Need much better photos than that  if you want anybody to assess the pen


----------



## Mather323 (Jan 4, 2013)

Very nice work on your pen.

Mike


----------



## BradG (Jan 4, 2013)

no harm in that if they are for yourself, though keep copyright in mind if you ever intend on selling one.

John is very right to mention the pic quality, albeit no beating around the bush and straight to the point (lol John :biggrin: ) 

Use better lighting, and pay attention to the background edges etc... fabric is better than paper..

With Pen turning, the presentation of the pen in the photo is equally important to the quality of the piece

Thoguh from what i can see it looks nice, though i am using alot of presumption, such as im presuming that the carbon fiber is navy blue?


----------



## jmkr53900 (Jan 4, 2013)

Sorry for the pics I know they are no the greatest quality. I don't sell my pens most of the time unless someone sees it and wants to buy it. I made the pen for myself. The carbon fiber is actually black. Tried taking the pic with flash but it reflected too much.

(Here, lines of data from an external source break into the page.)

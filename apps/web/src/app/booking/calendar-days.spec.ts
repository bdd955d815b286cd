import { DateTime } from 'luxon';
import { monthDays, overlapsDay, timesOnDay, weekDays } from './calendar-days';

describe('calendar days', () => {
  const zone = 'Europe/London';
  const anchor = DateTime.fromISO('2026-10-21T12:00:00Z');

  it('starts the week on Monday in the lab zone and keeps the 25-hour day of the clock change', () => {
    const days = weekDays(anchor, zone);
    expect(days.map((d) => d.date)).toEqual(['2026-10-19', '2026-10-20', '2026-10-21', '2026-10-22', '2026-10-23', '2026-10-24', '2026-10-25']);
    expect((days[6]!.end - days[6]!.start) / 3_600_000).toBe(25);
  });

  it('lists every day of the month', () => {
    expect(monthDays(anchor, zone)).toHaveLength(31);
  });

  it('treats periods as half-open and shows the times within the day', () => {
    const [monday, tuesday] = weekDays(anchor, zone);
    const period = { start: '2026-10-19T08:00:00Z', end: '2026-10-19T23:00:00Z' };
    expect(overlapsDay(period, monday!)).toBe(true);
    expect(overlapsDay(period, tuesday!)).toBe(false);
    expect(timesOnDay(period, monday!, zone)).toBe('09:00–…');
    expect(overlapsDay({ start: '2026-10-19T08:00:00Z', end: '2026-10-20T09:00:00Z' }, tuesday!)).toBe(true);
  });
});
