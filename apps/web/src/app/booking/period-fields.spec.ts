import { ChangeDetectionStrategy, Component } from '@angular/core';
import { TestbedHarnessEnvironment } from '@angular/cdk/testing/testbed';
import { TestBed } from '@angular/core/testing';
import { FormGroup } from '@angular/forms';
import { MatFormFieldHarness } from '@angular/material/form-field/testing';
import { PeriodFields, periodControls, readPeriod } from './period-fields';

@Component({
  selector: 'tw-period-host',
  changeDetection: ChangeDetectionStrategy.OnPush,
  imports: [PeriodFields],
  template: `
    <tw-period-fields [controls]="form.controls" />
    <button type="button" (click)="form.markAllAsTouched()">Send</button>
  `,
})
class PeriodHost {
  readonly form = new FormGroup(periodControls('', '2026-10-05T17:00'));
}

describe('readPeriod', () => {
  it('reads both fields as wall time in the lab zone', () => {
    // Europe/London keeps summer time (UTC+1) until the last Sunday of October (IANA time zone database).
    const reading = readPeriod(periodControls('2026-10-05T09:00', '2026-10-05T17:00'), 'Europe/London');
    expect(reading).toEqual({ period: { start: '2026-10-05T09:00:00+01:00', end: '2026-10-05T17:00:00+01:00' }, outOfOrder: false });
  });

  it('says when the end is not after the start', () => {
    expect(readPeriod(periodControls('2026-10-05T09:00', '2026-10-05T09:00'), 'Europe/London').outOfOrder).toBe(true);
    expect(readPeriod(periodControls('2026-10-05T09:00', '2026-10-05T08:59'), 'Europe/London').outOfOrder).toBe(true);
  });

  it('gives no period while a field is empty, without calling it out of order', () => {
    expect(readPeriod(periodControls('', '2026-10-05T17:00'), 'Europe/London')).toEqual({ period: null, outOfOrder: false });
  });
});

describe('PeriodFields', () => {
  it('shows the error of an empty field once the form it belongs to is marked touched', async () => {
    const fixture = TestBed.createComponent(PeriodHost);
    await fixture.whenStable();
    const loader = TestbedHarnessEnvironment.loader(fixture);
    const start = await loader.getHarness(MatFormFieldHarness.with({ floatingLabelText: /^Start/ }));
    const end = await loader.getHarness(MatFormFieldHarness.with({ floatingLabelText: /^End/ }));
    expect(await start.getTextErrors()).toEqual([]);

    (fixture.nativeElement as HTMLElement).querySelector('button')?.click();
    await fixture.whenStable();

    expect(await start.getTextErrors()).toEqual(['Choose the start']);
    expect(await end.getTextErrors()).toEqual([]);
  });
});
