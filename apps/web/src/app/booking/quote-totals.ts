import type { QuoteLineInput } from '@tunnelwright/contracts';

/** Total of one quote line in integer minor units. */
export function lineTotalMinor(line: Pick<QuoteLineInput, 'quantity' | 'unitPriceMinor'>): number {
  return line.quantity * line.unitPriceMinor;
}

/** Sum of the lines in integer minor units; lines with a missing or non-integer figure count as zero. */
export function quoteTotalMinor(lines: readonly Pick<QuoteLineInput, 'quantity' | 'unitPriceMinor'>[]): number {
  return lines.reduce((sum, line) => (Number.isInteger(line.quantity) && Number.isInteger(line.unitPriceMinor) ? sum + lineTotalMinor(line) : sum), 0);
}
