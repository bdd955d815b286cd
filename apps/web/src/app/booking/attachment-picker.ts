import { ChangeDetectionStrategy, Component, input, output } from '@angular/core';
import { MatButtonModule } from '@angular/material/button';
import { MatIconModule } from '@angular/material/icon';
import { MatProgressBarModule } from '@angular/material/progress-bar';
import { FileDropZone } from '../shared/file-drop-zone';
import { attachmentAccept, attachmentLimits } from './attachment-limits';
import { fileSizeText } from '../shared/file-size-text';
import type { AttachmentUpload } from './attachment-upload';

/**
 * Drawings and photos for a booking request: the shared drop zone, and the chosen files, each with its own
 * progress once sending starts.
 */
@Component({
  selector: 'tw-attachment-picker',
  changeDetection: ChangeDetectionStrategy.OnPush,
  imports: [MatButtonModule, MatIconModule, MatProgressBarModule, FileDropZone],
  template: `
    <tw-file-drop-zone what="drawings or photos" icon="attach_file" [accept]="accept" [disabled]="disabled()" (files)="added.emit($event)" />
    <p class="hint">Up to {{ limits.files }} files of at most {{ maxMegabytes }} MB each: PDF, PNG, JPEG, DWG or DXF.</p>
    @if (refusals().length) {
      <ul class="refusals" role="alert">
        @for (refusal of refusals(); track $index) {
          <li>{{ refusal }}</li>
        }
      </ul>
    }
    @if (uploads().length) {
      <ul class="files" aria-label="Chosen files">
        @for (upload of uploads(); track upload.key) {
          <li>
            <div class="file">
              <span class="name">{{ upload.file.name }}</span>
              <span class="size">{{ size(upload.file.size) }}</span>
              @switch (upload.phase) {
                @case ('stored') {
                  <span class="state">Attached</span>
                }
                @case ('failed') {
                  <span class="state failed">{{ upload.message }}</span>
                }
              }
              @if ((upload.phase === 'waiting' || upload.phase === 'failed') && !disabled()) {
                <button mat-icon-button type="button" [attr.aria-label]="'Remove ' + upload.file.name" (click)="removed.emit(upload.key)">
                  <mat-icon class="material-icons">close</mat-icon>
                </button>
              }
            </div>
            @if (upload.phase === 'uploading' || upload.phase === 'stored') {
              <mat-progress-bar mode="determinate" [value]="upload.progress * 100" [attr.aria-label]="'Sending ' + upload.file.name" />
            }
          </li>
        }
      </ul>
    }
  `,
  styles: `
    .hint {
      color: var(--mat-sys-on-surface-variant);
      margin: 4px 0;
    }
    .refusals,
    .failed {
      color: var(--mat-sys-error);
    }
    .files {
      list-style: none;
      padding: 0;
    }
    .file {
      display: flex;
      align-items: center;
      gap: 12px;
      min-height: 40px;
    }
    .name {
      flex: 1 1 auto;
      overflow-wrap: anywhere;
    }
    .size,
    .state {
      color: var(--mat-sys-on-surface-variant);
    }
  `,
})
export class AttachmentPicker {
  /** The files chosen so far, with their upload state. */
  readonly uploads = input.required<readonly AttachmentUpload[]>();
  /** Why files just chosen were left out. */
  readonly refusals = input<readonly string[]>([]);
  /** Whether files may not be added or removed now (the request is being sent). */
  readonly disabled = input(false);
  /** Emitted with the files dropped or picked, before any limit is checked. */
  readonly added = output<File[]>();
  /** Emitted with the key of a file taken off the list. */
  readonly removed = output<number>();

  protected readonly limits = attachmentLimits;
  protected readonly maxMegabytes = attachmentLimits.fileSize / 1024 / 1024;
  protected readonly accept = attachmentAccept;

  protected size(bytes: number): string {
    return fileSizeText(bytes);
  }
}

I guess I now have to niy a good camera and a display. This hobby is getting pretty expensive. I new I should have taken up smoking and instead. J/K.


----------



## skiprat (Jan 4, 2013)

My brother is a BMW nut ( old E30s etc ) and would kill for that pen. :biggrin:
Don't worry about your pictures. It will get better and better. 
In the meantime, just take your pics outside, but not in direct sunshine and you'll be fine. 
And welcome to IAP:biggrin:


----------



## Jjartwood (Jan 4, 2013)

Very well done! very tasteful and racy looking ,good job.
Mark


----------



## jttheclockman (Jan 4, 2013)

I disagree with Skip in the fact you should worry about your photos. If you are going to post them here and want critique then we need to be able to see them. He is right about taking the shots outside for better light if you do not have the equipment. You can also run them through one of the many photoshop programs to lighten them up or clean them up. Lots of ways around showing some good photos. Some people use their cell phones and that works to a degree. Some people scan them on a scanner so yes do worry about your photos. Now that is if you want us to really see them.   Good luck.


----------



## ericd (Jan 6, 2013)

I always thought the BMW emblem would make a great finial insert.  Where did you get the emblem?

Oh.  Nice job on the pen.


----------



## Glenn McCullough (Jan 6, 2013)

I'll help you out , here...check these out, I adjusted them a bit. Well done!



jttheclockman said:


> Need much better photos than that  if you want anybody to assess the pen


----------



## Dalepenkala (Jan 6, 2013)

Nice looking pen Juan!  Keep up the good work! 

Thanks to Glen for lightening up the pix!


----------